■ Instructions for the task
Scan the records for lines with the word "that", and copy every such line.

Extracted entries below:

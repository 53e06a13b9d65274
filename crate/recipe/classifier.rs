//! The decoders a recipe can name, and the settings nested cross-validation chooses among.
//!
//! Only names and facts about settings live here; `decoders/` builds and describes each decoder. Most decoders
//! predict a class ([`Classifier::ALL`]); two predict a number ([`Classifier::REGRESSORS`]): ridge regression of a
//! continuous variable, and ridge regression of an angle's sine and cosine. An analysis of classes refuses the
//! regressors and an analysis of a continuous variable refuses the classifiers, each with a message.

use serde::{Deserialize, Serialize};

/// The grid of C values tried (10⁻³ … 10³).
pub const C_GRID: [f64; 7] = [1e-3, 1e-2, 1e-1, 1.0, 1e1, 1e2, 1e3];
/// The ridge penalties α tried inside each training fold (10⁻² … 10⁵, on standardised features).
pub const ALPHA_GRID: [f64; 8] = [1e-2, 1e-1, 1.0, 1e1, 1e2, 1e3, 1e4, 1e5];
/// Factors on the default kernel width tried for the Gaussian-kernel SVM.
pub const GAMMA_FACTORS: [f64; 3] = [0.1, 1.0, 10.0];

/// One point of a grid: C, and for the Gaussian-kernel SVM the factor on its default γ.
#[derive(Debug, Clone, Copy, PartialEq, Serialize, Deserialize)]
pub struct Setting {
    pub c: f64,
    #[serde(default, skip_serializing_if = "Option::is_none")]
    pub gamma_factor: Option<f64>,
}

impl std::fmt::Display for Setting {
    fn fmt(&self, f: &mut std::fmt::Formatter<'_>) -> std::fmt::Result {
        write!(f, "C = {}", self.c)?;
        if let Some(g) = self.gamma_factor {
            write!(f, ", γ × {g}")?;
        }
        Ok(())
    }
}

/// The decoders a recipe can name.
#[derive(Debug, Clone, Copy, PartialEq, Eq, Serialize, Deserialize)]
#[serde(rename_all = "kebab-case")]
pub enum Classifier {
    LinearSvm,
    ShrinkageLda,
    NearestMean,
    GaussianNb,
    PoissonNb,
    Logistic,
    RbfSvm,
    /// Ridge regression of a continuous variable (its penalty chosen inside each training fold).
    Ridge,
    /// Ridge regression of an angle's sine and cosine, read back as an angle.
    CircularRidge,
}

impl Classifier {
    /// Every decoder of classes (the regressors are [`Classifier::REGRESSORS`]).
    pub const ALL: [Classifier; 7] = [
        Classifier::LinearSvm,
        Classifier::ShrinkageLda,
        Classifier::NearestMean,
        Classifier::GaussianNb,
        Classifier::PoissonNb,
        Classifier::Logistic,
        Classifier::RbfSvm,
    ];

    /// The decoders of a continuous variable.
    pub const REGRESSORS: [Classifier; 2] = [Classifier::Ridge, Classifier::CircularRidge];

    /// The spelling used in recipes and on the command line.
    pub fn name(self) -> &'static str {
        match self {
            Classifier::LinearSvm => "linear-svm",
            Classifier::ShrinkageLda => "shrinkage-lda",
            Classifier::NearestMean => "nearest-mean",
            Classifier::GaussianNb => "gaussian-nb",
            Classifier::PoissonNb => "poisson-nb",
            Classifier::Logistic => "logistic",
            Classifier::RbfSvm => "rbf-svm",
            Classifier::Ridge => "ridge",
            Classifier::CircularRidge => "circular-ridge",
        }
    }

    pub fn from_name(name: &str) -> Option<Classifier> {
        Classifier::ALL
            .into_iter()
            .chain(Classifier::REGRESSORS)
            .find(|c| c.name() == name)
    }

    /// Whether the decoder predicts a number (a continuous or circular variable) rather than a class.
    pub fn is_regression(self) -> bool {
        matches!(self, Classifier::Ridge | Classifier::CircularRidge)
    }

    /// Whether the regularisation constant C means anything for this decoder.
    pub fn uses_c(self) -> bool {
        matches!(
            self,
            Classifier::LinearSvm | Classifier::Logistic | Classifier::RbfSvm
        )
    }

    /// Whether the decoder models raw spike counts (and so needs non-negative values and no standardisation).
    pub fn needs_counts(self) -> bool {
        matches!(self, Classifier::PoissonNb)
    }

    /// The setting grid nested cross-validation searches, for decoders that have a setting.
    pub fn grid(self) -> Option<Vec<Setting>> {
        let gammas: &[Option<f64>] = if self == Classifier::RbfSvm {
            &[Some(0.1), Some(1.0), Some(10.0)]
        } else {
            &[None]
        };
        debug_assert!(self != Classifier::RbfSvm || gammas.len() == GAMMA_FACTORS.len());
        self.uses_c().then(|| {
            C_GRID
                .iter()
                .flat_map(|&c| {
                    gammas
                        .iter()
                        .map(move |&gamma_factor| Setting { c, gamma_factor })
                })
                .collect()
        })
    }
}
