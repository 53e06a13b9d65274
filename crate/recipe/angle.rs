//! The unit of the angles a circular variable is given in.

use serde::{Deserialize, Serialize};

/// Degrees or radians: how the label column's angles are written, and how errors are reported.
#[derive(Debug, Clone, Copy, PartialEq, Eq, Serialize, Deserialize)]
#[serde(rename_all = "snake_case")]
pub enum AngleUnit {
    Degrees,
    Radians,
}

impl AngleUnit {
    pub fn parse(s: &str) -> Option<AngleUnit> {
        match s.trim().to_ascii_lowercase().as_str() {
            "degrees" | "deg" => Some(AngleUnit::Degrees),
            "radians" | "rad" => Some(AngleUnit::Radians),
            _ => None,
        }
    }

    pub fn name(self) -> &'static str {
        match self {
            AngleUnit::Degrees => "degrees",
            AngleUnit::Radians => "radians",
        }
    }

    /// Radians in one unit (π/180 for degrees).
    pub fn to_radians(self) -> f64 {
        match self {
            AngleUnit::Degrees => std::f64::consts::PI / 180.0,
            AngleUnit::Radians => 1.0,
        }
    }

    /// One full turn in this unit.
    pub fn turn(self) -> f64 {
        match self {
            AngleUnit::Degrees => 360.0,
            AngleUnit::Radians => 2.0 * std::f64::consts::PI,
        }
    }
}
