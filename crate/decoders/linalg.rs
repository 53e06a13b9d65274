//! The few dense kernels the decoders need, written as plain loops in a fixed order.
//!
//! Why not a BLAS or `ndarray::dot`: their kernels differ between x86_64 (fused multiply-add, wide registers) and
//! wasm32, so the same fit would round differently in the page and the CLI. These loops compile to the same IEEE
//! operations on every target, which is what lets the two faces print identical numbers.

use super::simd::multiversion;

/// The two precisions the linear SVM's solvers work in: double everywhere, and single for the passes that only find
/// a starting point or a Newton direction (`linear_svm`, "single precision"), where half the bytes and twice the
/// lanes per register are what count. Every other kernel here is double precision only.
pub trait Real:
    Copy
    + PartialOrd
    + std::ops::Add<Output = Self>
    + std::ops::Sub<Output = Self>
    + std::ops::Mul<Output = Self>
    + std::ops::Div<Output = Self>
    + std::ops::AddAssign
{
    const ZERO: Self;
    /// Rounded to the nearest value of this precision.
    fn from_f64(v: f64) -> Self;
    fn to_f64(self) -> f64;
    fn sqrt(self) -> Self;
    fn is_finite(self) -> bool;
    /// The linear SVM's dot product of a row with the weights: [`dot_wide`] or [`dot_single`].
    fn dot_rows(a: &[Self], b: &[Self]) -> Self;
}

End of Extracted entries.

■ Answer box
    /// The setting grid nested cross-validation searches, for decoders that have a setting.
/// The two precisions the linear SVM's solvers work in: double everywhere, and single for the passes that only find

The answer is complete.